Jeudi, une délégation de la Commission de Venise se rendra en Hongrie pour donner son avis sur l'amendement constitutionnel proposé par le gouvernement, qui vise à destituer Sulyok Tamás de son poste de président de la République.
La Commission de Venise, organe consultatif sur les questions constitutionnelles au sein du Conseil de l'Europe, joue un rôle crucial pour évaluer si les réformes juridiques proposées sont conformes aux normes européennes de démocratie et d'état de droit.
Le Premier ministre hongrois Viktor Orbán a annoncé la semaine dernière qu'il avait invité la Commission de Venise à participer aux discussions concernant la réforme constitutionnelle.
Cette visite fait suite à une série d'événements liés au mandat de Sulyok. Fin mai, Sulyok a contacté la Commission de Venise après avoir été invité à plusieurs reprises par le Premier ministre Orbán à démissionner de son poste.

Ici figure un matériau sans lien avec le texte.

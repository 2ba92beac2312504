import { readFileSync, writeFileSync } from 'node:fs';
import { join } from 'node:path';
import fc from 'fast-check';
import { beforeAll, describe, expect, it } from 'vitest';
import { openCatalog } from '../../src/catalog/index.js';
import { readList } from '../../src/intake/read-list.js';
import { writeList } from '../../src/intake/write-list.js';
import type { Part } from '../../src/parts/part.js';
import { arbitraryParts } from '../support/arbitrary-part.js';
import { requireBuilt } from '../support/built.js';
import { makeWorkplace, type Workplace } from '../support/railfit.js';

let place: Workplace;
beforeAll(() => {
  requireBuilt();
  place = makeWorkplace();
  return () => { place.remove(); };
});

const approved = (parts: readonly Part[]): Part[] => parts.map((part) => ({ ...part, tier: 'approved', status: part.status ?? 'approved' }));

describe('parts --csv', () => {
  it('goes through import and the catalog to the same bytes', { timeout: 300_000 }, async () => {
    let run = 0;
    await fc.assert(
      fc.asyncProperty(arbitraryParts, async (parts) => {
        run += 1;
        const csv = writeList(approved(parts));
        const list = readList(new TextEncoder().encode(csv), { file: 'list.csv', tier: 'approved' });
        if (!list.ok) throw new Error(list.problems.map(({ message }) => message).join('; '));
        const catalog = await openCatalog(join(place.folder, `round-${run}.sqlite`));
        catalog.importList(list);
        const kept = catalog.source().parts;
        catalog.close();
        expect(writeList(kept)).toBe(writeList([...list.parts].sort((a, b) => (a.id < b.id ? -1 : 1))));
        expect([...kept].sort((a, b) => (a.id < b.id ? -1 : 1))).toEqual([...list.parts].sort((a, b) => (a.id < b.id ? -1 : 1)));
      }),
      { numRuns: 25 },
    );
  });

  it('the built command writes what it reads, byte for byte, and the second import is no change', async () => {
    await place.run(['import', 'approved.csv']);
    const first = await place.run(['parts', '--csv']);
    writeFileSync(join(place.folder, 'again.csv'), first.stdout);
    expect((await place.run(['import', 'again.csv'])).stdout).toContain('no change');
    expect((await place.run(['parts', '--csv'])).stdout).toBe(first.stdout);
    expect(first.stdout.endsWith('\r\n')).toBe(true);
  });

  it('disarms what a spreadsheet would run, says so, and import takes it off; numbers stay; --raw leaves all', async () => {
    const texts = ['=1+1', '+12', '-12', '-1.5e3', '@home', "'=1", '＝1', 'a=1', '-'];
    const catalog = ['--catalog', join(place.folder, 'formulas.sqlite')];
    const parts = texts.slice(0, -1).map((description, at) => ({ id: `T-${at}`, description }));
    const cells = (text: string): string[] => text.trimEnd().split('\r\n').slice(1).map((line) => line.split(',')[1] ?? '');
    writeFileSync(join(place.folder, 'formulas.csv'), ['id,description,status', ...parts.map(({ id, description }) => `${id},${/^['=+@＝]/u.test(description) ? `'${description}` : description},approved`), ''].join('\r\n'));
    const done = await place.run(['import', 'formulas.csv', ...catalog]);
    expect(done.exit, done.stderr).toBe(0);
    const safe = await place.run(['parts', '--csv', ...catalog]);
    expect(cells(safe.stdout)).toEqual(["'=1+1", "'+12", '-12', '-1.5e3', "'@home", "''=1", "'＝1", 'a=1']);
    expect(safe.stderr).toBe('note: 5 cells start like a formula and got an apostrophe in front; import takes it off again, --raw leaves it out\n');
    expect(safe.stdout).toBe(readFileSync(join(place.folder, 'formulas.csv'), 'utf8'));
    const raw = await place.run(['parts', '--csv', '--raw', ...catalog]);
    expect(cells(raw.stdout)).toEqual(texts.slice(0, -1));
    expect(raw.stderr).toBe('');
  });

  it('--raw belongs to --csv', async () => {
    expect(await place.run(['parts', '--raw'])).toMatchObject({ exit: 2, stdout: '' });
  });
});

Le Premier ministre Orbán a annoncé au cours d'un discours prononcé plus tôt cette semaine que le gouvernement entamerait des procédures pour mettre fin au mandat de Sulyok en tant que président de la République par le biais d'un amendement constitutionnel. " Selon la proposition, une fois le mandat du président actuel terminé, l'Assemblée nationale élira un nouveau président de la République, qui servira pendant une période maximale de cinq ans jusqu'à l'entrée en vigueur de la nouvelle Constitution.
La Commission de Venise a déjà été impliquée dans l'examen de plusieurs questions constitutionnelles en Hongrie, y compris des questions liées à l'indépendance judiciaire et à la liberté des médias.
Les réactions à la prochaine visite ont varié. Les partisans du gouvernement considèrent les changements constitutionnels comme des mesures nécessaires pour renforcer la souveraineté nationale et réduire l'ingérence extérieure dans les affaires intérieures.
Alors que la délégation se prépare à arriver en Hongrie, tous les regards sont tournés vers les discussions qui auront lieu entre la commission et les responsables hongrois.Les conclusions et les recommandations de la Commission de Venise seront suivies de près par les parties prenantes nationales et la communauté internationale.Ce qui émergera de ces discussions pourrait déterminer la trajectoire des réformes constitutionnelles de la Hongrie et leur alignement sur les normes démocratiques européennes.